Thursday, August 27, 2009

Inglourious Basterds (Gilgamesh, 1793)

I'll start with the rating so you don't have to read this if you don't want to.

Yoggoth rating*: ***
Little Earl Rating: **1/2
herr zrbo rating: **

That's right, I reviewed it for the other guys too.

Inglourious Basterds is a collection of Quinten Tarantino's fantasy World War II movie scenes and characters. It's organized into six chapters and isn't long on dextrous segues. I don't know what your opinion of Tarantino is, but mine's pretty damn high. Best living director? When a few more old guys drop off, quite likely.

I was reading David Foster Wallace's article about David Lynch in A Supposedly Fun Thing I'll Never Do Again the other day. He said something like, David Lynch did this and it's sufficiently entered the zietgeist that Tarantino et posse can rip it off. Look Wallace, I know you're dead and that's too bad but maybe if you spent more time watching Pulp Fiction and less time watching Eraserhead you might not have hung yourself.

Back on point, Inglorious Basterds is an odd war movie. Not only is it completely ahistorical in the details, it alters the historical timeline drastically. You could call it an alternate history war movie. And in this alternate reality the jews fight back, cinephiles wreak cosmic vengance aginst an uncaring world, and American heroes justify their cruelty with an unflinching dedication to justice. Traditional war movies are justified in their violence for entertainment trade by appeals to attenuated arguments such as: if we just knew the cruelties of war we wouldn't wage it, we must confront the evil done in our names, and we must understand evil to contain it. Ingloriuos Bastards doesn't work that way. Instead we get almost gleeful (yet somewhat infrequent by modern standards) depictions of scalping, bludgeoning, and point-blank-machine-gunning-to-the-face. The morality, you see, is in the differences between Englurous Basdards and reality.
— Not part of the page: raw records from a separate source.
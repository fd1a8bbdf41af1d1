package org.nebulith.report.chart;

import java.util.List;
import java.util.Objects;

import org.knowm.xchart.AnnotationText;
import org.knowm.xchart.XYChart;
import org.knowm.xchart.XYSeries;
import org.knowm.xchart.style.Styler;

/**
 * Mass-radius diagram: curves of constant composition (core mass fraction, water) and measured
 * planets with their 1-sigma error bars, log mass axis.
 *
 * @param massMearth the masses of the curves [M_earth], increasing
 * @param curves     radius curves [R_earth] on that grid
 * @param planets    the planets
 */
public record MassRadiusChart(double[] massMearth, List<Curve> curves, List<Planet> planets) {

    /**
     * @param label     name
     * @param mass      mass [M_earth]
     * @param massErr   its error
     * @param radius    radius [R_earth]
     * @param radiusErr its error
     */
    public record Planet(String label, double mass, double massErr, double radius, double radiusErr) {
        public Planet {
            Objects.requireNonNull(label);
            if (!(mass > 0 && radius > 0 && massErr >= 0 && radiusErr >= 0)) {
                throw new IllegalArgumentException(label + ": mass and radius must be > 0 with errors >= 0");
            }
        }
    }

    public MassRadiusChart {
        massMearth = massMearth.clone();
        Curve.checkGrid(massMearth, "mass-radius chart");
        for (Curve c : curves) {
            c.check(massMearth.length, "mass-radius chart", false, 0, Double.MAX_VALUE);
        }
        curves = List.copyOf(curves);
        planets = List.copyOf(planets);
    }

    /**
     * @param size figure size
     * @return the chart
     */
    public XYChart chart(final ChartSize size) {
        XYChart chart = ChartStyle.newXYChart(size, "Mass [M_earth]", "Radius [R_earth]");
        chart.getStyler().setXAxisLogarithmic(true);
        chart.getStyler().setLegendPosition(Styler.LegendPosition.InsideNW);
        chart.getStyler().setXAxisMin(massMearth[0]).setXAxisMax(massMearth[massMearth.length - 1]);
        chart.getStyler().setYAxisDecimalPattern("0.0#");
        for (int i = 0; i < curves.size(); i++) {
            XYSeries s = chart.addSeries(curves.get(i).label(), massMearth, curves.get(i).values());
            ChartStyle.line(s, i);
        }
        if (!planets.isEmpty()) {
            int n = planets.size();
            double[] x = new double[n];
            double[] y = new double[n];
            double[] xl = new double[n];
            double[] xh = new double[n];
            double[] yl = new double[n];
            double[] yh = new double[n];
            for (int i = 0; i < n; i++) {
                Planet p = planets.get(i);
                x[i] = p.mass();
                y[i] = p.radius();
                xl[i] = Math.max(massMearth[0], p.mass() - p.massErr());
                xh[i] = Math.min(massMearth[massMearth.length - 1], p.mass() + p.massErr());
                yl[i] = p.radius() - p.radiusErr();
                yh[i] = p.radius() + p.radiusErr();
            }
            ErrorBars.horizontal(chart, "mass errors", x, xl, xh, y, Palette.REFERENCE);
            ErrorBars.vertical(chart, "radius errors", x, y, yl, yh, Palette.REFERENCE);
            XYSeries s = chart.addSeries("measured planets", x, y);
            ChartStyle.points(s, 6);
            for (Planet p : planets) {
                chart.addAnnotation(new AnnotationText(p.label(), p.mass(), p.radius() + p.radiusErr() + 0.04, false));
            }
        }
        return chart;
    }
}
Tarantino gives us the action and violence he and we so obviously crave in the midst of fantasy world just a bit more moral than our own. The closest comparison I can think of is Casablanca, another movie that sacrificed historical fact for the sake of morality. So if you see any wayward Nazis on your trip home from work today, carve a swastika into their forehead and tell 'em the world just won't stand for that sort of thing. At least not Tarantino's world.

4 comments:

Little Earl said...

Yoggoth is back baby!

Unfortunately, despite Yoggoth having taken the initiative and providing my own rating for a movie I have not yet seen, I am still wondering if I ought to see this. Would I really rate the film **1/2 stars? If true, then I may not actually want to spend my hard-earned money here. Yoggoth gives it *** stars. For Tarantino that sounds a bit low.

Let's admit it: for all their flash, Reservoir Dogs, Pulp Fiction and Jackie Brown actually had some soul. Kill Bill 2 had its moments of depth but it was not quite the same. My question is: Is Inglorious Basterds more than just an extremely inventive genre exercise? AKA Is Tarantino taking his film at least half-way seriously?

Jason said...

LE, see this movie. It's something you need to watch in a movie theater and not on a TV screen (for a lot of reasons, but 1 in particular)...
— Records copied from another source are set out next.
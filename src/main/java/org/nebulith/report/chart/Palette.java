package org.nebulith.report.chart;

import java.awt.BasicStroke;
import java.awt.Color;

/**
 * Colours and line patterns of every Nebulith chart. The colours are the eight of the Okabe-Ito
 * colour-universal-design palette (M. Okabe and K. Ito, "Color Universal Design (CUD): how to
 * make figures and presentations that are friendly to colorblind people", 2008), which stay
 * distinguishable under the common colour-vision deficiencies; our order puts the strongest
 * colours first and yellow last (weak on white). Beyond eight series the dash pattern changes, so
 * that series 9 to 32 differ by pattern as well as colour and remain readable in greyscale print.
 */
public final class Palette {

    /** Okabe-Ito colours in Nebulith's order: blue, vermillion, bluish green, reddish purple, orange, sky blue, black, yellow. */
    private static final Color[] COLOURS = {
        new Color(0x00, 0x72, 0xB2),
        new Color(0xD5, 0x5E, 0x00),
        new Color(0x00, 0x9E, 0x73),
        new Color(0xCC, 0x79, 0xA7),
        new Color(0xE6, 0x9F, 0x00),
        new Color(0x56, 0xB4, 0xE9),
        new Color(0x00, 0x00, 0x00),
        new Color(0xF0, 0xE4, 0x42),
    };

    /** Dash patterns [pt]: solid, dashed, dotted, dash-dot. */
    private static final float[][] DASHES = {null, {4f, 2f}, {1f, 1.5f}, {4f, 1.5f, 1f, 1.5f}};

    /** Line width of data series [pt]. */
    public static final float LINE_WIDTH = 1.0f;

    /** Fill of a shaded band (feeding zone): light grey, translucent. */
    public static final Color BAND = new Color(0x99, 0x99, 0x99, 0x40);

    /** Colour of reference lines (condensation fronts). */
    public static final Color REFERENCE = new Color(0x55, 0x55, 0x55);

    private Palette() {
    }

    /**
     * @param index series index (0-based)
     * @return its colour
     */
    public static Color colour(final int index) {
        return COLOURS[Math.floorMod(index, COLOURS.length)];
    }

    /**
     * @param index series index (0-based)
     * @return its stroke: the pattern changes every eight series
     */
    public static BasicStroke stroke(final int index) {
        float[] dash = DASHES[Math.floorMod(index / COLOURS.length, DASHES.length)];
        return dash == null
                ? new BasicStroke(LINE_WIDTH, BasicStroke.CAP_BUTT, BasicStroke.JOIN_ROUND)
                : new BasicStroke(LINE_WIDTH, BasicStroke.CAP_BUTT, BasicStroke.JOIN_ROUND, 10f, dash, 0f);
    }

    /** @return the number of distinct colours */
    public static int size() {
        return COLOURS.length;
    }
}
My 2 cents: to me the ending was really anti-climactic, which is weird since it's about the most climactic ending you could imagine. (Maybe "cheesy" is a better word than anti-climactic.) Anyway, up until then I loved every minute of it. About 75% of the movie is scenes of people sitting around a table and talking, but unlike My Dinner with Andre they are some of the most tense, suspenseful scenes you'll ever see.

Whether it has soul or not I couldn't say. I guess it's pretty pointless, and offers more of a visceral experience than any kind of food for thought, but it's definitely worth seeing. There's a certain fun in watching a master just go crazy and show off what he can do.

yoggoth said...

Should you see it? Yes.

It isn't as good as Pulp Fiction or Kill Bill(Pulp Fiction gets 4/4 stars on the Yoggoth meter, Kill Bill gets 3 1/2). I don't know if it's significantly worse than Jackie Brown or Reservoir Dogs, my opinion of those two movies shifts based on my mood. When I see it again I'll tell you.
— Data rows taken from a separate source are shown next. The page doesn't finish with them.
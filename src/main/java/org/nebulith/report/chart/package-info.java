/**
 * Charts (XChart 4.0.3) in Nebulith's own style, built from plain data holders
 * ({@link org.nebulith.report.chart.CondensationCurves}, {@link org.nebulith.report.chart.PhaseAssemblage},
 * {@link org.nebulith.report.chart.RadialProfile}, {@link org.nebulith.report.chart.BodyComparison},
 * {@link org.nebulith.report.chart.SurveyScatter}) and written atomically as PNG, SVG and PDF by
 * {@link org.nebulith.report.chart.ChartRenderer}.
 */
package org.nebulith.report.chart;
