package org.nebulith.report.chart;

import java.util.List;
import java.util.Objects;

import org.knowm.xchart.XYChart;
import org.knowm.xchart.XYSeries;

/**
 * Survey: molar Mg/Si against Fe/Si for host stars and their predicted planets, with asymmetric
 * error bars (16th to 84th percentile, or the stellar 1-sigma range), plus optional labelled
 * reference bodies (the Sun, bulk Earth, CI chondrite).
 *
 * @param stars      the host stars
 * @param planets    the predicted planets
 * @param references reference bodies drawn as single markers (no error bars)
 */
public record SurveyScatter(List<Point> stars, List<Point> planets, List<Point> references) {

    /**
     * One body with its ratios and their ranges.
     *
     * @param label    name (a star, a planet, a reference body)
     * @param feSi     molar Fe/Si (x)
     * @param feSiLow  lower end of the Fe/Si range (NaN = none)
     * @param feSiHigh upper end
     * @param mgSi     molar Mg/Si (y)
     * @param mgSiLow  lower end of the Mg/Si range (NaN = none)
     * @param mgSiHigh upper end
     */
    public record Point(String label, double feSi, double feSiLow, double feSiHigh, double mgSi, double mgSiLow,
                        double mgSiHigh) {
        public Point {
            Objects.requireNonNull(label);
            if (!(feSi > 0 && mgSi > 0 && Double.isFinite(feSi) && Double.isFinite(mgSi))) {
                throw new IllegalArgumentException(label + ": Fe/Si and Mg/Si must be finite and > 0, got "
                        + feSi + ", " + mgSi);
            }
        }

        /**
         * @param label name
         * @param feSi  molar Fe/Si
         * @param mgSi  molar Mg/Si
         * @return a point without ranges
         */
        public static Point of(final String label, final double feSi, final double mgSi) {
            return new Point(label, feSi, Double.NaN, Double.NaN, mgSi, Double.NaN, Double.NaN);
        }
    }

    public SurveyScatter {
        stars = List.copyOf(stars);
        planets = List.copyOf(planets);
        references = List.copyOf(references);
        if (stars.isEmpty() && planets.isEmpty()) {
            throw new IllegalArgumentException("survey chart: no stars and no planets");
        }
    }

    /**
     * @param size figure size
     * @return the chart
     */
    public XYChart chart(final ChartSize size) {
        XYChart chart = ChartStyle.newXYChart(size, "Fe/Si (molar)", "Mg/Si (molar)");
        chart.getStyler().setXAxisDecimalPattern("0.0#");
        chart.getStyler().setYAxisDecimalPattern("0.0#");
        addGroup(chart, "host stars", stars, 0);
        addGroup(chart, "predicted planets", planets, 1);
        for (int i = 0; i < references.size(); i++) {
            Point p = references.get(i);
            XYSeries s = chart.addSeries(p.label(), new double[] {p.feSi()}, new double[] {p.mgSi()});
            ChartStyle.points(s, 6 + i); // black, then yellow markers: kept apart from the two groups
            s.setMarker(i % 2 == 0 ? org.knowm.xchart.style.markers.SeriesMarkers.CROSS
                    : org.knowm.xchart.style.markers.SeriesMarkers.PLUS);
            s.setMarkerColor(Palette.colour(6));
        }
        return chart;
    }

    private static void addGroup(final XYChart chart, final String name, final List<Point> points, final int style) {
        if (points.isEmpty()) {
            return;
        }
        int n = points.size();
        double[] x = new double[n];
        double[] y = new double[n];
        double[] xLow = new double[n];
        double[] xHigh = new double[n];
        double[] yLow = new double[n];
        double[] yHigh = new double[n];
        for (int i = 0; i < n; i++) {
            Point p = points.get(i);
            x[i] = p.feSi();
            y[i] = p.mgSi();
            xLow[i] = p.feSiLow();
            xHigh[i] = p.feSiHigh();
            yLow[i] = p.mgSiLow();
            yHigh[i] = p.mgSiHigh();
        }
        java.awt.Color light = Palette.colour(style);
        ErrorBars.horizontal(chart, name + " Fe/Si range", x, xLow, xHigh, y, light);
        ErrorBars.vertical(chart, name + " Mg/Si range", x, y, yLow, yHigh, light);
        XYSeries s = chart.addSeries(name, x, y);
        ChartStyle.points(s, style);
    }
}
But this is a Tarantino movie and you are a huge movie buff. It's hard for me to believe that you wouldn't have fun, even if you didn't love the movie when all is said and done.

I liked the ending, although I don't know why 2 of the Basterds survived. One of them hand't done anything important in the movie until that point. Maybe this is a reference to some other movie I am unaware of?

Does it have soul? Yeah, it does have some I think, if only in the Nazi villain character.

Jason said...

Does it have soul? Yeah, it does have some I think, if only in the Nazi villain character.

Actually, now that you mention it, the "detective" is an amazingly well written (and well acted) character. Up there with the best.

I'd say Shoshana(sp?) gives the movie a lot of soul, too. I just saw this movie on Saturday night (right before I posted my first comment), so I'm still processing it all.